■ What needs to be done
Every line in the records below between the one holding "const p = hull[i]!;" and the one holding "1,916.37 = 5,516.37 mm.", inclusive, is to be set down exactly; all other lines are to be left out.
◇ ◇ ◇
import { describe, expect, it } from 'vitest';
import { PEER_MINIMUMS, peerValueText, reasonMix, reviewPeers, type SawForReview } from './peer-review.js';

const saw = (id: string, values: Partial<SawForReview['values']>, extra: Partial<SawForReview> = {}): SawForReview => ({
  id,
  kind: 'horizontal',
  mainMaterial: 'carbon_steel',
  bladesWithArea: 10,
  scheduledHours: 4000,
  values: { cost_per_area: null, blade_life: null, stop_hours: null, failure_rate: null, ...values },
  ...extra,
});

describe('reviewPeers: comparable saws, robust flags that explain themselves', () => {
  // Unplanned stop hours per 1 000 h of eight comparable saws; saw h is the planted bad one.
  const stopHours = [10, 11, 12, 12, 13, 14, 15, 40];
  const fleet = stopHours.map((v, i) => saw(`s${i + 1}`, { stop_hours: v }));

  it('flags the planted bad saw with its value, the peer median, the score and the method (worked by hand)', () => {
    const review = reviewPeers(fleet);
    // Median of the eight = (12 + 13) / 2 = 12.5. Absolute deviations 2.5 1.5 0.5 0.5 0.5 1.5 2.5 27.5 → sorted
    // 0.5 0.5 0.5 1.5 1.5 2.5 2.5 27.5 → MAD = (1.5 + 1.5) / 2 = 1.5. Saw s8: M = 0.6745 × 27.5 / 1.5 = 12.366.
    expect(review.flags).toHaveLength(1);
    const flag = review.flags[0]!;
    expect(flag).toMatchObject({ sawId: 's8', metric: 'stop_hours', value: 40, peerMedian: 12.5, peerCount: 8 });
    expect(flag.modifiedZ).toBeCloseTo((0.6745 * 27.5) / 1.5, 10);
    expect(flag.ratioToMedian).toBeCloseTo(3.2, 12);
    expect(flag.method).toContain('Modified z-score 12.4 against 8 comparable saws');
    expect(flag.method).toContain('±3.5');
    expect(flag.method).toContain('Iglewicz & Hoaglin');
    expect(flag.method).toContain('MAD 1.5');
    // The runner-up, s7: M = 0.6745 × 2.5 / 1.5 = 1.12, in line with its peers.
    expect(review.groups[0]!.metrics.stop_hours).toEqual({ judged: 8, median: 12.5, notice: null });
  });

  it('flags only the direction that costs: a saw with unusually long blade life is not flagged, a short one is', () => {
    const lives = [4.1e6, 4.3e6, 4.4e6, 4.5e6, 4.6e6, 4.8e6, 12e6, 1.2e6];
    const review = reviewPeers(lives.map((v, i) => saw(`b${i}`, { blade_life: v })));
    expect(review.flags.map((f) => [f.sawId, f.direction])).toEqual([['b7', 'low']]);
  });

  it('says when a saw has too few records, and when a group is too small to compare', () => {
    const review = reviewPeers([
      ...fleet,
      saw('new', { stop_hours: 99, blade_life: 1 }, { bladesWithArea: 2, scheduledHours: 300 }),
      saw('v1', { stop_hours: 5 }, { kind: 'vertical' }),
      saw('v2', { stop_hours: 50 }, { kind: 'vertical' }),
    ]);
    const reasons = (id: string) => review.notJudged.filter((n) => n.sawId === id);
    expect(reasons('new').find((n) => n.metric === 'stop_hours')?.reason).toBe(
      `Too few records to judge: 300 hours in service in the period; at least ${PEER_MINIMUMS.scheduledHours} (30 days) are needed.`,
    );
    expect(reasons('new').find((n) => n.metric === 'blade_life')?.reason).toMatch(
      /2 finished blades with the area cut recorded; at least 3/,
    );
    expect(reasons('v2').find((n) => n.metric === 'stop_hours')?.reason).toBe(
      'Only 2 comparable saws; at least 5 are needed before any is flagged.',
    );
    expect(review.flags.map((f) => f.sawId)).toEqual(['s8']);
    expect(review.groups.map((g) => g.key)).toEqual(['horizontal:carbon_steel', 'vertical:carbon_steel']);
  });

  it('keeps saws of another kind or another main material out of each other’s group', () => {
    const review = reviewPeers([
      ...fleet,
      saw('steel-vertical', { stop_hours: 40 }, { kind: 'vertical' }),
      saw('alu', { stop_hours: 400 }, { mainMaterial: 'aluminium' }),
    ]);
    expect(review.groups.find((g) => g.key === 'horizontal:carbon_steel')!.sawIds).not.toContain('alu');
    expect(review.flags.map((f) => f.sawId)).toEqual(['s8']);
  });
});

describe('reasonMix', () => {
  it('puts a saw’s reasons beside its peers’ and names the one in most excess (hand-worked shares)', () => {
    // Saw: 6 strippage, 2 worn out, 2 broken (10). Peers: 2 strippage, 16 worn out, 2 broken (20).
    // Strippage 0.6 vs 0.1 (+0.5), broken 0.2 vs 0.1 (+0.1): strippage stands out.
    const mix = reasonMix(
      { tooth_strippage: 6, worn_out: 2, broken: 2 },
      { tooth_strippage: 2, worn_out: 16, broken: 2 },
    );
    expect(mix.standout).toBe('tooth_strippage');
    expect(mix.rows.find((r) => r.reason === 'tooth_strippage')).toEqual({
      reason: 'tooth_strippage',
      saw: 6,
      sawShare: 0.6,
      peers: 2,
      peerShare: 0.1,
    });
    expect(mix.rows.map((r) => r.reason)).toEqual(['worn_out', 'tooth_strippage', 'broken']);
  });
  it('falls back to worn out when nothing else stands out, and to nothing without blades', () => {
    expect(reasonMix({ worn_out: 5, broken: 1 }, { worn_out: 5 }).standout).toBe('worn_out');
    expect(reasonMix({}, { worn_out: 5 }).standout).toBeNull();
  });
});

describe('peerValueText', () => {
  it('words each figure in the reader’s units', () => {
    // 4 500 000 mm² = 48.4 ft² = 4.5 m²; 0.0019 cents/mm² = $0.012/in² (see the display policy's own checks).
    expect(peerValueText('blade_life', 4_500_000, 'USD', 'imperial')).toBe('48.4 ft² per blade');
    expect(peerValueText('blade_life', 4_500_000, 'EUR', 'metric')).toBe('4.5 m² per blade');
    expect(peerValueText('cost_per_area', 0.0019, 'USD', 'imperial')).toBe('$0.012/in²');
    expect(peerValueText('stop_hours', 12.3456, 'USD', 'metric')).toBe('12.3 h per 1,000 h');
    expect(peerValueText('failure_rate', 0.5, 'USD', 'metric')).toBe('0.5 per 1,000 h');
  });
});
◇ ◇ ◇
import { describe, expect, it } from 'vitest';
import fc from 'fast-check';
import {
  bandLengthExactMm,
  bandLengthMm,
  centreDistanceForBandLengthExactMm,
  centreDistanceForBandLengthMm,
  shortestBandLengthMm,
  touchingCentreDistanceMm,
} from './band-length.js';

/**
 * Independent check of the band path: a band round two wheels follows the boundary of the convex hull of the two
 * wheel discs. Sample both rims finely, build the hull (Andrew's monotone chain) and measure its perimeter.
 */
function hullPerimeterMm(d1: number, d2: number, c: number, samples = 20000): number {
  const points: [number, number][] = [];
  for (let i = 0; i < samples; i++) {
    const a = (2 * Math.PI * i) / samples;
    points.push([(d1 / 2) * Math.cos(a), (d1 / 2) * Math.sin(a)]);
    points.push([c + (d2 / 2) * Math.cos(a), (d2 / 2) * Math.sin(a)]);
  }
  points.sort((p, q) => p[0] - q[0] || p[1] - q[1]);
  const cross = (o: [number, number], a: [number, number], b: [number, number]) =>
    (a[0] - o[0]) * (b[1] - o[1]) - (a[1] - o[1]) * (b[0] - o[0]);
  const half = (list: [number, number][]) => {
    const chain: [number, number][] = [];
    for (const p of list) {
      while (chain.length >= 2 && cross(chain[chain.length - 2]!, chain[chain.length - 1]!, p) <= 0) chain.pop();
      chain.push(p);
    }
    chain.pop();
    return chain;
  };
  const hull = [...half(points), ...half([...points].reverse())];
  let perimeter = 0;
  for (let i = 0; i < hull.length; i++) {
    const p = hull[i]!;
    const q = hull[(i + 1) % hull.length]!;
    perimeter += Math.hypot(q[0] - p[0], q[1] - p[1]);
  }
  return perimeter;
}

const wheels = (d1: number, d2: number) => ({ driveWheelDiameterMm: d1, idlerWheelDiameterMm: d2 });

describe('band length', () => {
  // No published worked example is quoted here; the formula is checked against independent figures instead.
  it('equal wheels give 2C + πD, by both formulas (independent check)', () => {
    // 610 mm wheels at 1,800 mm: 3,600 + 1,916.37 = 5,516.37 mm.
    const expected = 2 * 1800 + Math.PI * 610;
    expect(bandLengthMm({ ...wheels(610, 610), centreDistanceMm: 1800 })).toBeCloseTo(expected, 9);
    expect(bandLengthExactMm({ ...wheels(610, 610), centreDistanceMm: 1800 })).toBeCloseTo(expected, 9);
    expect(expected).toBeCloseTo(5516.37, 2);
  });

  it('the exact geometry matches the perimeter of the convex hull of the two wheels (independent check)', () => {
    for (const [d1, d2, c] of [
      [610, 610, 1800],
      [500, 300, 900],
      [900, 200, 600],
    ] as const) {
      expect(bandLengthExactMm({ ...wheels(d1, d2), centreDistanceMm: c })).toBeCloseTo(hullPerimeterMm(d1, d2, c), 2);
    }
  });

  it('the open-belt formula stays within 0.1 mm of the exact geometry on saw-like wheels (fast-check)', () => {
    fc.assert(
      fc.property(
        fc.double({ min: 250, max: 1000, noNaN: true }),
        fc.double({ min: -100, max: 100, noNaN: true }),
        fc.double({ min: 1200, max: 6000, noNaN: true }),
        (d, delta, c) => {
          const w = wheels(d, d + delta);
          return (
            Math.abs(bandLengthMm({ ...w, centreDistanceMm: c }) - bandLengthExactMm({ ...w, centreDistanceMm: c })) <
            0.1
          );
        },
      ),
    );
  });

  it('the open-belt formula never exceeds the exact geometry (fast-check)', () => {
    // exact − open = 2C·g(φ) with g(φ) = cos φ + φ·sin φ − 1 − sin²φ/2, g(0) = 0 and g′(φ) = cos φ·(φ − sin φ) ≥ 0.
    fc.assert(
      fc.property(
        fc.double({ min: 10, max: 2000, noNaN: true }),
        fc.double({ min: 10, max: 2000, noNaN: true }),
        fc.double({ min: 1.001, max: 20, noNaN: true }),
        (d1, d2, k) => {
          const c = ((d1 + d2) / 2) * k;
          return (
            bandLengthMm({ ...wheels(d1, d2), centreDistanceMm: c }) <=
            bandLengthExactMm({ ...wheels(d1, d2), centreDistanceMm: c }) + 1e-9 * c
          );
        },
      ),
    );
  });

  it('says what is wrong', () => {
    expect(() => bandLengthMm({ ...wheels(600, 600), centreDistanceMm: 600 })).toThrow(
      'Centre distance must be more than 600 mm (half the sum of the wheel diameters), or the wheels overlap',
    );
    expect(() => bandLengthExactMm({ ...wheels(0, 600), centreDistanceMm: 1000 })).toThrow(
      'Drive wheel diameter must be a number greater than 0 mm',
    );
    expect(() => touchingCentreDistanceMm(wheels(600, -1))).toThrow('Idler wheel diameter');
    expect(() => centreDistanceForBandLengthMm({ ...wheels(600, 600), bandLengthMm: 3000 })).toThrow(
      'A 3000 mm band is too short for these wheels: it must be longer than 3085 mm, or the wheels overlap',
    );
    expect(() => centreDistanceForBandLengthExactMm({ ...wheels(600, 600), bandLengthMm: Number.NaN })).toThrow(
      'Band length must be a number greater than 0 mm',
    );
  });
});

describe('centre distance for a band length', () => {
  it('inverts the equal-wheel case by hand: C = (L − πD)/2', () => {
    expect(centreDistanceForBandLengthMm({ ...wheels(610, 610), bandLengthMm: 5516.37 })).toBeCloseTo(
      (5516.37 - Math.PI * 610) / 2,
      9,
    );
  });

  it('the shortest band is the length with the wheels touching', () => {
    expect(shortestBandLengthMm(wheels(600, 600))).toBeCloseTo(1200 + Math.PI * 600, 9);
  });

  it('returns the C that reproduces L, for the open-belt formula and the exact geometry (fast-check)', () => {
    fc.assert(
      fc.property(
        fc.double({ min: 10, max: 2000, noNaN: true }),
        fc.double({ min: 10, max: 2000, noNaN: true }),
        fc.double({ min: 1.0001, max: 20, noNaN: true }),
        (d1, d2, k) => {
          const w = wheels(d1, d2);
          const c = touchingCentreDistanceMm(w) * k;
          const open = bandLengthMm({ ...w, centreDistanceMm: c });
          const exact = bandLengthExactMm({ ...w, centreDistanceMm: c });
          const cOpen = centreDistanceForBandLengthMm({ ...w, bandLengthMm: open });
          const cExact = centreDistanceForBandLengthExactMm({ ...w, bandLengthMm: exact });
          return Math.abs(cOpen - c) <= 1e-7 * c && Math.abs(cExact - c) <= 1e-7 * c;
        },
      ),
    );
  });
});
◇ ◇ ◇
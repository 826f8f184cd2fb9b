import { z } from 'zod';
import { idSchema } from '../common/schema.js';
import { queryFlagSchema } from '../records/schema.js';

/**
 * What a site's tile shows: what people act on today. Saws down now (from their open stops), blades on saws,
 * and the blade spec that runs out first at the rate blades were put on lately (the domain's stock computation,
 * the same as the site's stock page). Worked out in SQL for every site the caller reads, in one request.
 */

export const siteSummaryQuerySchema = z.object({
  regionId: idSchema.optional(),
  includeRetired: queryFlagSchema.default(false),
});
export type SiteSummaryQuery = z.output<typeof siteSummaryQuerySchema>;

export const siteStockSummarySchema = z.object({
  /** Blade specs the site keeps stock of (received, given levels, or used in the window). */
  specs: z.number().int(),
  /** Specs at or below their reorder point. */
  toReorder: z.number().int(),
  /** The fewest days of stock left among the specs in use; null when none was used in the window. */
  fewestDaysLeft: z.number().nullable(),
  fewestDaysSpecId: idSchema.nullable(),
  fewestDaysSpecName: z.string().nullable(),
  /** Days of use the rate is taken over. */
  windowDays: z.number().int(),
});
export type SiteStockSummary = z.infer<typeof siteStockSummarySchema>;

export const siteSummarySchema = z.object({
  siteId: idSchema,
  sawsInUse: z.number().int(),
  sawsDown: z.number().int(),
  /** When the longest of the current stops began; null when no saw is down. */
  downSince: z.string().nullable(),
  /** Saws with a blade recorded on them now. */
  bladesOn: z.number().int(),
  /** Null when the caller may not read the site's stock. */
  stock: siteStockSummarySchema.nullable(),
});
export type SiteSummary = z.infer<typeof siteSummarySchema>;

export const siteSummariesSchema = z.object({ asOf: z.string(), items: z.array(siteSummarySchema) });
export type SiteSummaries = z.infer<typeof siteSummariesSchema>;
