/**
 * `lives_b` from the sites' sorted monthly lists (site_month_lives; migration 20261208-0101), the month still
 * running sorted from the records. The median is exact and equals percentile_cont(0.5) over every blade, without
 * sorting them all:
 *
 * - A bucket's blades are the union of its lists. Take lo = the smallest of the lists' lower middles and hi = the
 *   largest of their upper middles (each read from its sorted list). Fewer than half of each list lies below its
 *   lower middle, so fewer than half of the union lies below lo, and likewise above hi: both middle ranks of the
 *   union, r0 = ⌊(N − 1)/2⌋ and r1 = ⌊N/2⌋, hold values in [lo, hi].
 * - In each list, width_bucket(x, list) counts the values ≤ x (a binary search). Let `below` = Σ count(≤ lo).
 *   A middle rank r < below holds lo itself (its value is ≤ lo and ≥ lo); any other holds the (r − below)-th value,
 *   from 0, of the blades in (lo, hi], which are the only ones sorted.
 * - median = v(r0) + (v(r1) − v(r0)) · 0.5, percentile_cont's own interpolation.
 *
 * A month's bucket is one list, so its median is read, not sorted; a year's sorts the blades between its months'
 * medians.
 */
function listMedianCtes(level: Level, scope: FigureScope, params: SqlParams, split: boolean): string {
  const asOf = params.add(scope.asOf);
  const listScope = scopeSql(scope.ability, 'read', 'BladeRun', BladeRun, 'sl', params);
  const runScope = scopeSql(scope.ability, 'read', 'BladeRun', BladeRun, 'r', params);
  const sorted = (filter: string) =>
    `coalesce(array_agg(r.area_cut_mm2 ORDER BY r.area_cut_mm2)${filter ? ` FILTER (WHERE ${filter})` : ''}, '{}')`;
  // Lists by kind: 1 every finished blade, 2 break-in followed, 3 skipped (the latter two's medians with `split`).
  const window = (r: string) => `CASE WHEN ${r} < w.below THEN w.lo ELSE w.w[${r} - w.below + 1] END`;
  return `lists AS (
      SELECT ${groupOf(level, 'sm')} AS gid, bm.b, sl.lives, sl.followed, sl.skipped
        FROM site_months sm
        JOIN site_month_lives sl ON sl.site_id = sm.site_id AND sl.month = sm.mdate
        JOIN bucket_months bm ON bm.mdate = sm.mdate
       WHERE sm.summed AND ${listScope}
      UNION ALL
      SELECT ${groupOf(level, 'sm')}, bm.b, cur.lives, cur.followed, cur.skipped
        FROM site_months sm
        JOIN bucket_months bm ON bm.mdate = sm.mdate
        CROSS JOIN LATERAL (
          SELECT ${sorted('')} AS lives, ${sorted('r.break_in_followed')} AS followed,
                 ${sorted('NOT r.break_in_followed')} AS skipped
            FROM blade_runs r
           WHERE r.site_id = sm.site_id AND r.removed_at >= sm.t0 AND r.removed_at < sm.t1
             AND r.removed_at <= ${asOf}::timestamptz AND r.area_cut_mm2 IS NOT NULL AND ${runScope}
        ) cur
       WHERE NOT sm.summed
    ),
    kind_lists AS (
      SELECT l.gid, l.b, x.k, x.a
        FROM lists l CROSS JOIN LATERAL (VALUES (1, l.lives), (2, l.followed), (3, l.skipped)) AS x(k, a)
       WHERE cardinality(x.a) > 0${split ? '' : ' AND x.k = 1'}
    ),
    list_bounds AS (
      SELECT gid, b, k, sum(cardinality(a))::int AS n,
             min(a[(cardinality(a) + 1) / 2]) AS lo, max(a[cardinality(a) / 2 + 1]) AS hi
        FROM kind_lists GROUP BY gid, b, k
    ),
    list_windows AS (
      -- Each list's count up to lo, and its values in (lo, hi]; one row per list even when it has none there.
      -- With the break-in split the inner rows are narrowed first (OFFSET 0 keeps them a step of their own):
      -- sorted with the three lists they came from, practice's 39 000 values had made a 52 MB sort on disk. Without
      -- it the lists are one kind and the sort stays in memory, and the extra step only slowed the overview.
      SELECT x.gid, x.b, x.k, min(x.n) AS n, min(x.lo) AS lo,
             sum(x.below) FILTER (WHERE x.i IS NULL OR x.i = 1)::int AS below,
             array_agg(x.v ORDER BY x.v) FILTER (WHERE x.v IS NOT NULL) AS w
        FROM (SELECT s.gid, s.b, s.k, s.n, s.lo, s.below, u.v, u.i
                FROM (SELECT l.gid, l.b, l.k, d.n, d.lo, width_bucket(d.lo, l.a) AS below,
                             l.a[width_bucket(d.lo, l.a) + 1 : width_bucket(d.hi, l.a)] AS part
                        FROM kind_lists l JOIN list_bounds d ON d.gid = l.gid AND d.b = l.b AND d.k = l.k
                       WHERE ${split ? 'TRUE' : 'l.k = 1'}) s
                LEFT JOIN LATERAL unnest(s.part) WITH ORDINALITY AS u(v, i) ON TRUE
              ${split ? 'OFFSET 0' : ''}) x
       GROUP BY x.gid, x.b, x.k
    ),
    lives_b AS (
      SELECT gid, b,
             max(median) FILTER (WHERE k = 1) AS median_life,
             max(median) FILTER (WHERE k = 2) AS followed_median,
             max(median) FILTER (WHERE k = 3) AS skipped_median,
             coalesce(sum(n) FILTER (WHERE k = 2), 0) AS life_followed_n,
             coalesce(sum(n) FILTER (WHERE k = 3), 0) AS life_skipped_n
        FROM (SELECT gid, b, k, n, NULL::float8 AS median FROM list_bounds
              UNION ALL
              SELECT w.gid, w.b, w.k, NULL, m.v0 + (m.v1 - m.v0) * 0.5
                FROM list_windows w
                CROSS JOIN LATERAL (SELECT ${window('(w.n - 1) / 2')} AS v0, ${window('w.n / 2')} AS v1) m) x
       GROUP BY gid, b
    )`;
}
◇ ◇ ◇
■ Expected output
    const p = hull[i]!;
    const q = hull[(i + 1) % hull.length]!;
    perimeter += Math.hypot(q[0] - p[0], q[1] - p[1]);
  }
  return perimeter;
}

const wheels = (d1: number, d2: number) => ({ driveWheelDiameterMm: d1, idlerWheelDiameterMm: d2 });

describe('band length', () => {
  // No published worked example is quoted here; the formula is checked against independent figures instead.
  it('equal wheels give 2C + πD, by both formulas (independent check)', () => {
    // 610 mm wheels at 1,800 mm: 3,600 + 1,916.37 = 5,516.37 mm.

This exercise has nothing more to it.